Iris DeBrito

Personal information
- Date of birth: April 15, 1945 (age 80)
- Place of birth: Rio de Janeiro, Brazil
- Position: Striker

Senior career*
- Years: Team / Apps / (Gls)
- 1967: New York Generals / 3 / (0)
- 1967: Chicago Spurs / 2 / (2)
- 1968: Kansas City Spurs / 2 / (0)
- 1968: Toronto Falcons / 22 / (20)
- 1971–1972: Rochester Lancers / 28 / (7)
- 1973: Toronto First Portuguese
- 1974: Denver Dynamos / 16 / (1)
- 1976: Chicago Cats

= Iris DeBrito =

Brazilian footballer (born 1945)

Iris DeBrito is a Brazilian former professional footballer who played in the North American Soccer League.

In 1967, DeBrito signed with the New York Generals of the National Professional Soccer League.
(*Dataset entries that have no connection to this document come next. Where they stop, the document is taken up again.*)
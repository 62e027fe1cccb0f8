package ladderwell.kernel.sentence;

/**
 * A word, a mark, or an expression of a sentence.
 *
 * @param sort what it is
 * @param text the text; of an expression or a quotation, what stands inside
 * @param place where it stands, braces and quotes included
 */
record Piece(Sort sort, String text, Place place) {
    enum Sort {
        WORD,
        COMMA,
        COLON,
        JAVA,
        QUOTED,
        COMMENT,
        /** A brace or quote that is never closed; it reaches to the end. */
        UNCLOSED,
        /** A closing brace that closes nothing. */
        STRAY
    }

    /** The text as it was typed, braces and quotes included. */
    String typed() {
        return switch (sort) {
            case JAVA -> "{" + text + "}";
            case QUOTED -> '"' + text + '"';
            default -> text;
        };
    }

    boolean is(Sort other) {
        return sort == other;
    }

    boolean isWord(String word) {
        return sort == Sort.WORD && Words.plain(text).equals(word);
    }
}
He moved to the Chicago Spurs during the season. In 1968, the NPSL merged with the United Soccer Association to form the North American Soccer League and the Spurs moved to Kansas City where they became the Kansas City Spurs. DeBrito played only two games with the Spurs in 1968 before being traded to the Toronto Falcons. He did not play in the NASL in 1969 or 1970, but returned to the league in 1971 with the Rochester Lancers.

He played in the National Soccer League with Toronto First Portuguese for the 1973 season. In 1974, he began the pre-season with the Los Angeles Aztecs but was traded to the Denver Dynamos a week before the season opener. In 1976, he played in the American Soccer League with Chicago Cats.